While I disagree with probably most of what this piece argues (less on the specific facts then on the generalizable conclusions that can be drawn from them), this is a pretty decent take on neoliberalism and its history.
There are a few weak areas. One of the biggest is China. You are undoubtedly right about the immense progress China has made since Deng's reforms, but your comparison of China to its smaller East Asian neighbors is rather faulty. Singapore, Hong Kong, and Macau are essentially city-states, with different political/economic constraints than large continental empires (like mainland China). My personal opinion is that communism was the only political movement at the time that could have united the mainland after the disastrous warlord years and consolidated a central state that could eventually liberalize economically. Neoliberal policies were simply off the table in 1949. In any case, neoliberalism doesn't really provide answers to thorny questions like land reform in a semi-feudal country (since the most efficient policy is usually to divide up the unproductive estates among the peasants, a rather anti-market approach), especially given how land reform helped spark the growth of East Asian countries (as well as their integration into the world market).
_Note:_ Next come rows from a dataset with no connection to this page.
import type { APIRoute } from 'astro';
import { readForms } from '../../components/catalogue/read-forms';

/** Words and drawing of every form, for the price page when another form is chosen there. */
export const GET: APIRoute = async () => {
  const forms = await readForms();
  const plates = forms.map(({ slug, summary, drawing }) => [slug, { summary, drawing }] as const);
  return Response.json(Object.fromEntries(plates));
};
Your qualifications about Eastern Europe are also somewhat lacking. It's worth pointing out that in most Eastern Bloc nations, there was some level of continuity in government during the transition from communism to capitalism. This continuity in government, as well as popular support for decommunization and the subsequent integration of Eastern Europe into the world market, partly explains why neoliberal policies worked so well there. Yugoslavia collapsed, but it's at the very least unclear whether neoliberal economic policies had any impact: neoliberalism would have probably worked had the government stayed intact, but neoliberal reforms have a destabilizing element that can quickly get out of hand in left unchecked. The collapse of the USSR was largely the product of failed policymaking: Gorbachev put political reforms before economic reforms (when he should have pulled a Deng and done the reverse), and the economic reforms under Yeltsin were downright backward: privatization has its uses, but privatizing profit-making enterprises starved the government of revenue (contributing to hyperinflation) and fuelled corruption. You sorta elide the point by talking about how Russia should have used spending cuts rather than printing money, without accounting for the chaotic nature of state collapse and how those spending cuts were supposed to pan out (remember that several million Russians died during the crash of the 1990s). Neoliberalism (to the extent that it worked) worked when coupled with a strong and authoritative state (think Thatcher's Britain or Singapore); neoliberal reforms with a weak state just don't pan out because investor confidence remains too low to stimulate investment.
I have other critiques, but instead of airing out dirty laundry, I want to commend you for taking a historical approach to neoliberalism and recognizing how it emerged from the policy failures of the 1970s, something that many critics of neoliberalism tend to downplay. Whether or not neoliberalism was the only solution to that is debatable, but at least you took the effort to address the issue in its historical context.
I think the stagflation point is weak, given the exogenous shock of OPEC and exploding gasoline prices. But the larger point still stands.
As a liberal who believes in strong markets + strong safety net, it’s frustrating that progressives have successfully turned “neoliberal” into a slur. Any idea that isn’t “kill the billionaires” is called “warmed over neoliberalism” and that’s the end of the argument.